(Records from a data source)
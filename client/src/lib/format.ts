/**
 * Money is formatted by shared's one formatter (decimal strings, `Intl.NumberFormat`, half-up at the
 * currency's minor unit), the same one the e-mails and history use; re-exported so pages keep one
 * import for display helpers.
 */
import { formatCalendarDate } from '@wingstage/shared';

export { formatMoney, type MoneyFormatOptions } from '@wingstage/shared';

const dateFmt = new Intl.DateTimeFormat('en-GB', { day: 'numeric', month: 'short', year: 'numeric' });
const dateTimeFmt = new Intl.DateTimeFormat('en-GB', { day: 'numeric', month: 'short', year: 'numeric', hour: '2-digit', minute: '2-digit' });

/** `2026-12-01` (a calendar date) → "1 Dec 2026", read as a local date so it never shifts a day. */
export function formatDate(iso: string | null | undefined): string {
  if (!iso) return '—';
  if (/^\d{4}-\d{2}-\d{2}$/.test(iso)) return formatCalendarDate(iso);
  const d = new Date(iso);
  return Number.isNaN(d.getTime()) ? iso : dateFmt.format(d);
}

export function formatDateTime(iso: string): string {
  const d = new Date(iso);
  return Number.isNaN(d.getTime()) ? iso : dateTimeFmt.format(d);
}

export function todayIso(now = new Date()): string {
  const p = (n: number) => String(n).padStart(2, '0');
  return `${now.getFullYear()}-${p(now.getMonth() + 1)}-${p(now.getDate())}`;
}

/** Hours are decimal strings too; show them as they are, trimmed of a trailing ".0". */
export function formatHours(h: string): string {
  return `${h.replace(/\.0+$/, '')} h`;
}

/**
 * A stored money amount ready to edit: at least two decimals, no trailing zeros beyond them.
 * "11.4000" → "11.40", "0.1250" → "0.125", "12" → "12.00". String work only: no float.
 */
export function moneyForInput(v: string): string {
  const [whole, frac = ''] = v.split('.');
  const kept = frac.replace(/0+$/, '').padEnd(2, '0');
  return `${whole}.${kept}`;
}

/** "0.9700" → "0.97", "12.0000" → "12": measurements are stored with four decimals but read as taken. */
export function trimDecimal(v: string): string {
  return v.includes('.') ? v.replace(/0+$/, '').replace(/\.$/, '') : v;
}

Activity :: Nothing in the data should be altered; please repeat it exactly.

Response to the task ::
filename client/src/lib/format.ts
/**
 * Money is formatted by shared's one formatter (decimal strings, `Intl.NumberFormat`, half-up at the
 * currency's minor unit), the same one the e-mails and history use; re-exported so pages keep one
 * import for display helpers.
 */
import { formatCalendarDate } from '@wingstage/shared';

export { formatMoney, type MoneyFormatOptions } from '@wingstage/shared';

const dateFmt = new Intl.DateTimeFormat('en-GB', { day: 'numeric', month: 'short', year: 'numeric' });
const dateTimeFmt = new Intl.DateTimeFormat('en-GB', { day: 'numeric', month: 'short', year: 'numeric', hour: '2-digit', minute: '2-digit' });

/** `2026-12-01` (a calendar date) → "1 Dec 2026", read as a local date so it never shifts a day. */
export function formatDate(iso: string | null | undefined): string {
  if (!iso) return '—';
  if (/^\d{4}-\d{2}-\d{2}$/.test(iso)) return formatCalendarDate(iso);
  const d = new Date(iso);
  return Number.isNaN(d.getTime()) ? iso : dateFmt.format(d);
}

export function formatDateTime(iso: string): string {
  const d = new Date(iso);
  return Number.isNaN(d.getTime()) ? iso : dateTimeFmt.format(d);
}

export function todayIso(now = new Date()): string {
  const p = (n: number) => String(n).padStart(2, '0');
  return `${now.getFullYear()}-${p(now.getMonth() + 1)}-${p(now.getDate())}`;
}

/** Hours are decimal strings too; show them as they are, trimmed of a trailing ".0". */
export function formatHours(h: string): string {
  return `${h.replace(/\.0+$/, '')} h`;
}

/**
 * A stored money amount ready to edit: at least two decimals, no trailing zeros beyond them.
 * "11.4000" → "11.40", "0.1250" → "0.125", "12" → "12.00". String work only: no float.
 */
export function moneyForInput(v: string): string {
  const [whole, frac = ''] = v.split('.');
  const kept = frac.replace(/0+$/, '').padEnd(2, '0');
  return `${whole}.${kept}`;
}

/** "0.9700" → "0.97", "12.0000" → "12": measurements are stored with four decimals but read as taken. */
export function trimDecimal(v: string): string {
  return v.includes('.') ? v.replace(/0+$/, '').replace(/\.$/, '') : v;
}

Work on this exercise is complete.